> **THE TASK**: Look below for the line that contains "filename shaper/composite/compose.py", then copy it and each following line exactly, through and including the line that contains "rotations, the second".

Records from a data collection

━━━━━━

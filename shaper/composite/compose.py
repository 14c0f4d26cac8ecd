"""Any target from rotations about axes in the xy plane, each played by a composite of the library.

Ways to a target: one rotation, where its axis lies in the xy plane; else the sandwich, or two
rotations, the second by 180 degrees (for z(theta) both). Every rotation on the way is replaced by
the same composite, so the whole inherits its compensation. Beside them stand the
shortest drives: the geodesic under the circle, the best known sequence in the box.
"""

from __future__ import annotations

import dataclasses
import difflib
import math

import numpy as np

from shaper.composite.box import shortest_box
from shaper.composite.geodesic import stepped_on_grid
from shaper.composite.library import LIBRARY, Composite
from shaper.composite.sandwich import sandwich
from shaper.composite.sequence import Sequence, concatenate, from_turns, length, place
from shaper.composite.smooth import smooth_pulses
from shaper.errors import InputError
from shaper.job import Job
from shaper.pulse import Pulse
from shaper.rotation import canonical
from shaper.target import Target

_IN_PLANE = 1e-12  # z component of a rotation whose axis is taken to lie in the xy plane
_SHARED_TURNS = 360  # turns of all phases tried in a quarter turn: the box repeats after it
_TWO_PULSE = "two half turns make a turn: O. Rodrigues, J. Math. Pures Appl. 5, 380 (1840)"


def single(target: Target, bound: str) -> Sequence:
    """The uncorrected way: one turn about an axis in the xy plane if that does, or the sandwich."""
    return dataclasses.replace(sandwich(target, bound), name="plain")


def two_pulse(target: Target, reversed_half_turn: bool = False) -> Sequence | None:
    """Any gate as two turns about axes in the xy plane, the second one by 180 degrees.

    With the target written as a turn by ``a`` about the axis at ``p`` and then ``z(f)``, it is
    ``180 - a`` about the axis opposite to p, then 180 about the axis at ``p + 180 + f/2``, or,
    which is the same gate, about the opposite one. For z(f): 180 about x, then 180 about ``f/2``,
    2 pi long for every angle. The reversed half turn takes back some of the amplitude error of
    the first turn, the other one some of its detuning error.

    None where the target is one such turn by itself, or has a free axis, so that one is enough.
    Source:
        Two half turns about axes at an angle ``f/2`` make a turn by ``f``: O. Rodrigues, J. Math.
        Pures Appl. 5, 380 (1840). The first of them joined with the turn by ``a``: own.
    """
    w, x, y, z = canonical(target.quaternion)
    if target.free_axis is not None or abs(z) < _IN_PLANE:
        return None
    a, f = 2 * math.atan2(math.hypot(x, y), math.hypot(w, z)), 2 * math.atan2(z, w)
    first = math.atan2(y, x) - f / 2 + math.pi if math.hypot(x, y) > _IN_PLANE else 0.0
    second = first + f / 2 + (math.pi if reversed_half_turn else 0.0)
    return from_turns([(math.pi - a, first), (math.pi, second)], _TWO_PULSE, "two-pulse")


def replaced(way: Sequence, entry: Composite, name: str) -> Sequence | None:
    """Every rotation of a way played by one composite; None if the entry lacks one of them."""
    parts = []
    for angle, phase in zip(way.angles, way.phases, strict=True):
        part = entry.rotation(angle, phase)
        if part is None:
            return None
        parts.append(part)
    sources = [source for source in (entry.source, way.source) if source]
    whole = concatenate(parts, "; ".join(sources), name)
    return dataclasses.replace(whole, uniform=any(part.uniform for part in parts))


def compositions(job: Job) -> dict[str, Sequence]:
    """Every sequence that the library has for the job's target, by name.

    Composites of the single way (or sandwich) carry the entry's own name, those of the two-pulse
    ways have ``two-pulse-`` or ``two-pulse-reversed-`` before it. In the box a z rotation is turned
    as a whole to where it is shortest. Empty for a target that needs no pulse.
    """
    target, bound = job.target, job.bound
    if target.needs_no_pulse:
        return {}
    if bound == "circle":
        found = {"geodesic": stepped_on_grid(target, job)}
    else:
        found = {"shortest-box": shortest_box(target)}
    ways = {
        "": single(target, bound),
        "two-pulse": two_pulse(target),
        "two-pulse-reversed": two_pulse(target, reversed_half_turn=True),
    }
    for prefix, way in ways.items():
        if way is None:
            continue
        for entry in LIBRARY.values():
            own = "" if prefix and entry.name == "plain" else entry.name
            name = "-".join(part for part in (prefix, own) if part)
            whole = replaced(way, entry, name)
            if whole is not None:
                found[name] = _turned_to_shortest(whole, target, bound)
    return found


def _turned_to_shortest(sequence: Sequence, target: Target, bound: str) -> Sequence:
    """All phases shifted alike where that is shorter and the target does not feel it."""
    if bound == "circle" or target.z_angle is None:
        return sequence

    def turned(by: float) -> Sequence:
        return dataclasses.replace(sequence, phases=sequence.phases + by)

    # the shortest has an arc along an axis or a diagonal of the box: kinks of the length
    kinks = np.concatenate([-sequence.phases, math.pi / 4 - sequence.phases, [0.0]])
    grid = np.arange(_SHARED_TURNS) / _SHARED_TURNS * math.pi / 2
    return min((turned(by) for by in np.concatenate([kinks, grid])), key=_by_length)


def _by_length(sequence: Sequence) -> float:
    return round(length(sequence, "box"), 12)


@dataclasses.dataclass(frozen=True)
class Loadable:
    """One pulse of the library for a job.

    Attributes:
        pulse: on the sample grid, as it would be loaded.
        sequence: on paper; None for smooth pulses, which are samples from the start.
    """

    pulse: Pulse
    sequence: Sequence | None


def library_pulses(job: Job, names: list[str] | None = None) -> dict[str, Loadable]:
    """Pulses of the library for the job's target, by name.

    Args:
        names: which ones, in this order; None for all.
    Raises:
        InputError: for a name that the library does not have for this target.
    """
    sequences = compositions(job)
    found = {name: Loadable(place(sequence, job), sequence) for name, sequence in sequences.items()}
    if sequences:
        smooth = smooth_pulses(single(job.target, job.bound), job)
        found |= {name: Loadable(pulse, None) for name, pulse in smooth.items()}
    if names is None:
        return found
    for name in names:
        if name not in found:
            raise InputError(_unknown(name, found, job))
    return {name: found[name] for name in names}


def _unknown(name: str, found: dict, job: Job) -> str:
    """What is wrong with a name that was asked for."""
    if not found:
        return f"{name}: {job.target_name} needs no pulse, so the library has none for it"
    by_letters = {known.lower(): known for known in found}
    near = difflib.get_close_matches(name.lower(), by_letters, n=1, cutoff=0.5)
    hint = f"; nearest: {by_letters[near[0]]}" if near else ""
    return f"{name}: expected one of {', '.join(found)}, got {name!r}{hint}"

━━━━━━

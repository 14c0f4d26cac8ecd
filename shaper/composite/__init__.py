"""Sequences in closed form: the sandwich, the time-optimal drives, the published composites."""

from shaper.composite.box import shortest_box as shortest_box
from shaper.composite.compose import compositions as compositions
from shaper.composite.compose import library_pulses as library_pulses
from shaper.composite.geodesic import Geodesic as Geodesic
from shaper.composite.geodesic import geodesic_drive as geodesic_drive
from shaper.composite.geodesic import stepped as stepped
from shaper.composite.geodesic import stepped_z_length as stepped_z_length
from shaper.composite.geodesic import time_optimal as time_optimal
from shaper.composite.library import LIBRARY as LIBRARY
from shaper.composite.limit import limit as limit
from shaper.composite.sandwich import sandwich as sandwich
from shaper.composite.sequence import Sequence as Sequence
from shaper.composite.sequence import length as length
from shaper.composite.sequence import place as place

━━━━━━

> **RESULT**:
filename shaper/composite/compose.py
repository 14c0f4d26cac8ecd
"""Any target from rotations about axes in the xy plane, each played by a composite of the library.

Ways to a target: one rotation, where its axis lies in the xy plane; else the sandwich, or two
rotations, the second by 180 degrees (for z(theta) both). Every rotation on the way is replaced by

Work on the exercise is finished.